If we work under the assumption that this is caused by the service's code (as it currently stands), https://gerrit.wikimedia.org/r/#/c/275626/ seems like the only change that could potentially cause workers dying. The other patches do not affect the actual code path.

Mholloway added a comment.EditedMar 8 2016, 11:56 PM

I grabbed the log sections during the period of the bad deployment (from startup of the workers to immediately before restarting to revert the deployment) from scb1001 and scb1002. Unfortunately, I don't see anything very interesting or helpful.

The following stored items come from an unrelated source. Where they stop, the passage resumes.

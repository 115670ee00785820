//! Drawing a whole frame from the app's state: top bar, view tabs, the active view, its
//! caution, the status line, the footer from the key map, and any overlay. Below the
//! minimum size a "too small" screen is drawn instead.

use super::app::App;
use super::ctx::Ctx;
use super::keymap;
use super::layout::{self, MIN_HEIGHT, MIN_WIDTH, Regions, clip_end};
use super::overlay::{self, Overlay};
use super::session_log::JournalState;
use super::strings::{self, small, top};
use super::theme::Theme;
use crate::text::sanitize;
use ratatui::Frame;
use ratatui::layout::{HorizontalAlignment, Rect};
use ratatui::text::{Line, Span};
use ratatui::widgets::{Paragraph, Wrap};

/// Draw the app. Pure: reads state, writes the frame's buffer, nothing else.
pub fn draw(app: &App, frame: &mut Frame) {
    let area = frame.area();
    if area.is_empty() {
        return;
    }
    let t = &app.ctx.theme;
    if layout::fits(area) {
        let status = status_text(app);
        let r = Regions::with_status(area, layout::wrapped_lines(&status.0, area.width));
        draw_top(frame, r.top, &app.ctx);
        draw_tabs(frame, r.tabs, app);
        app.active_view().render(frame, r.body, &app.ctx);
        let caution = Paragraph::new(app.active_view().caution()).style(t.caution);
        frame.render_widget(caution, r.caution);
        draw_status(frame, r.status, status);
        draw_footer(frame, r.footer, app);
    } else {
        draw_too_small(frame, area, t);
    }
    match app.overlay() {
        Overlay::None => {}
        Overlay::Help { scroll } => overlay::draw_help(frame, *scroll, app.views(), t),
        Overlay::ConfirmQuit { .. } => overlay::draw_confirm(frame, &app.unsaved_reasons(), t),
        Overlay::Note(field) => overlay::draw_note(frame, field, t),
    }
    if app.ctx.style().ascii {
        ascii_cells(frame);
    }
}

/// Under `--ascii` or TERM=dumb, the last word on every cell: our own words are spelt in
/// ASCII where they are drawn (tau0, Pa.s^n); what is left is text typed by the operator or
/// names from the site config, drawn one character to a cell, so each non-ASCII character
/// becomes one ASCII character ('-' for a dash, '?' where there is no one-letter spelling)
/// and the cursor stays where the field put it.
fn ascii_cells(frame: &mut Frame) {
    let buf = frame.buffer_mut();
    for cell in buf.content.iter_mut() {
        let symbol = cell.symbol();
        if symbol.is_ascii() {
            continue;
        }
        let folded = crate::present::ascii_fold(symbol);
        let one = if folded.chars().count() == 1 {
            folded
        } else {
            "?".to_string()
        };
        cell.set_symbol(&one);
    }
}

fn draw_top(frame: &mut Frame, area: Rect, ctx: &Ctx) {
    let t = &ctx.theme;
    let journal = match ctx.log.state(&ctx.session) {
        JournalState::Saved if ctx.session.log.is_empty() => {
            Span::styled(top::JOURNAL_EMPTY, t.dim)
        }
        JournalState::Saved => Span::styled(top::JOURNAL_SAVED, t.ok),
        JournalState::Unsaved(n) => Span::styled(format!("{n} {}", top::JOURNAL_UNSAVED), t.warn),
        JournalState::Error { unsaved, .. } => Span::styled(
            format!("{}: {unsaved} {}", top::JOURNAL_ERROR, top::JOURNAL_UNSAVED),
            t.error,
        ),
    };
    let right = Line::from(vec![
        Span::raw(ctx.clock.now.format("%H:%M:%S").to_string()),
        Span::styled(
            format!(" {} {}  ", top::UP, ctx.clock.elapsed_text()),
            t.dim,
        ),
        journal,
        Span::raw(" "),
    ]);
    let right_w = right.width() as u16;
    let app_name = format!(" {} ", strings::APP_NAME);
    let operator = clip_end(&sanitize(&ctx.operator, false), 16, t.marks.cut);
    let op_label = format!("  {} ", top::OPERATOR);
    // The operator is never cut off; a long site name gives way first.
    let fixed = right_w as usize + 3 + app_name.len() + op_label.len() + operator.chars().count();
    let site_room = usize::from(area.width).saturating_sub(fixed);
    let left = Line::from(vec![
        Span::styled(app_name, t.tab_active),
        Span::styled(
            format!(
                " {}",
                clip_end(
                    &ctx.style().text(&sanitize(&ctx.site.name, false)),
                    site_room,
                    t.marks.cut
                )
            ),
            t.title,
        ),
        Span::styled(op_label, t.dim),
        Span::raw(operator),
    ]);
    let left_area = Rect {
        width: area.width.saturating_sub(right_w + 1),
        ..area
    };
    frame.render_widget(Paragraph::new(left), left_area);
    frame.render_widget(
        Paragraph::new(right).alignment(HorizontalAlignment::Right),
        area,
    );
}

/// The view tabs: padded when they fit, else packed (one space between, the active one
/// still padded) so that every view's name shows at 80 columns.
fn draw_tabs(frame: &mut Frame, area: Rect, app: &App) {
    let t = &app.ctx.theme;
    let active = app.active_id();
    let titles: Vec<(&str, bool)> = app
        .views()
        .iter()
        .map(|v| (v.title(), v.id() == active))
        .collect();
    let padded: usize = 1 + titles
        .iter()
        .map(|(t, _)| t.chars().count() + 3)
        .sum::<usize>();
    let roomy = padded <= usize::from(area.width);
    let mut spans = vec![Span::raw(" ")];
    for (title, is_active) in titles {
        let style = if is_active { t.tab_active } else { t.tab };
        let text = if roomy || is_active {
            format!(" {title} ")
        } else {
            title.to_string()
        };
        spans.push(Span::styled(text, style));
        spans.push(Span::raw(" "));
    }
    frame.render_widget(Paragraph::new(Line::from(spans)), area);
}

/// The status message as drawn (cleaned, in ASCII when asked) and its style.
fn status_text(app: &App) -> (String, ratatui::style::Style) {
    let t = &app.ctx.theme;
    let (text, style) = match app.ctx.log.state(&app.ctx.session) {
        JournalState::Error { message, .. } => (message, t.error),
        _ => (app.status().to_string(), t.base),
    };
    (app.ctx.style().text(&sanitize(&text, false)), style)
}

/// The status message, wrapped at word boundaries into the lines made for it.
fn draw_status(frame: &mut Frame, area: Rect, (text, style): (String, ratatui::style::Style)) {
    let p = Paragraph::new(text).style(style).wrap(Wrap { trim: true });
    frame.render_widget(p, area);
}

/// The footer: as many of the context's bindings as fit, in key-map order.
fn draw_footer(frame: &mut Frame, area: Rect, app: &App) {
    let t = &app.ctx.theme;
    let mut spans = Vec::new();
    let mut used = 0usize;
    for (key, label) in keymap::footer(app.context(), app.active_view().keys()) {
        let need = key.chars().count() + label.chars().count() + 3;
        if used + need > usize::from(area.width) {
            break;
        }
        used += need;
        spans.push(Span::styled(format!(" {key}"), t.key));
        spans.push(Span::styled(format!(" {label} "), t.dim));
    }
    frame.render_widget(Paragraph::new(Line::from(spans)), area);
}

fn draw_too_small(frame: &mut Frame, area: Rect, t: &Theme) {
    let text = vec![
        Line::styled(
            format!("{} ({}x{}).", small::NEEDS, area.width, area.height),
            t.warn,
        ),
        Line::raw(format!("{} {MIN_WIDTH}x{MIN_HEIGHT},", small::ENLARGE)),
        Line::raw(small::OR_QUIT),
    ];
    frame.render_widget(Paragraph::new(text).wrap(Wrap { trim: true }), area);
}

Mholloway added a comment.EditedMar 9 2016, 12:06 AM

Actually there are a few potentially interesting lines in the scb1002 log (found with grep -v 404 scb1002.txt from the above file):

{"name":"mobileapps","hostname":"scb1002","pid":154,"level":40,"message":"Heap memory limit temporarily exceeded","limit":314572800,"memoryUsage":{"rss":449654784,"heapTotal":403587680,"heapUsed":371398688},"levelPath":"warn/service-runner/heap","msg":"Heap memory limit temporarily exceeded","time":"2016-03-07T21:37:33.940Z","v":0}
{"name":"mobileapps","hostname":"scb1002","pid":118,"level":40,"levelPath":"warn/mwapi","request_id":"b88d38d2-e4ad-11e5-b364-37bf8f411856","msg":"no mobileview in response: {\n  \"servedby\": \"mw1120\",\n  \"error\": {\n    \"code\": \"internal_api_error_Exception\",\n    \"info\": \"[6215e01f] Exception Caught: ApiMobileView::getParserOutput: PoolCounter didn't return parser output\"\n  }\n}","time":"2016-03-07T21:44:45.101Z","v":0}
{"name":"mobileapps","hostname":"scb1002","pid":118,"level":50,"message":"504: api_error","status":504,"type":"api_error","detail":{"servedby":"mw1120","error":{"code":"internal_api_error_Exception","info":"[6215e01f] Exception Caught: ApiMobileView::getParserOutput: PoolCounter didn't return parser output"}},"levelPath":"error/504","request_id":"b88d38d2-e4ad-11e5-b364-37bf8f411856","msg":"504: api_error","time":"2016-03-07T21:44:45.107Z","v":0}
{"name":"mobileapps","hostname":"scb1002","pid":145,"level":40,"message":"Heap memory limit temporarily exceeded","limit":314572800,"memoryUsage":
{"rss":657379328,"heapTotal":471307360,"heapUsed":400098032},"levelPath":"warn/service-runner/heap","msg":"Heap memory limit temporarily exceeded","time":"2016-03-07T22:08:33.043Z","v":0}

I'm really reaching, though.

mobrovac lowered the priority of this task from Unbreak Now! to High.Mar 9 2016, 4:35 PM
mobrovac added projects: Services, Operations.

So, I've checked out the offending deploy commit on scb1001 under my local user and ran it without problems. I think it's worth giving the deploy another shot.

Mholloway closed this task as Resolved.Mar 9 2016, 11:08 PM

The conclusion was that the node processes ran out of memory due to the previously mentioned patch.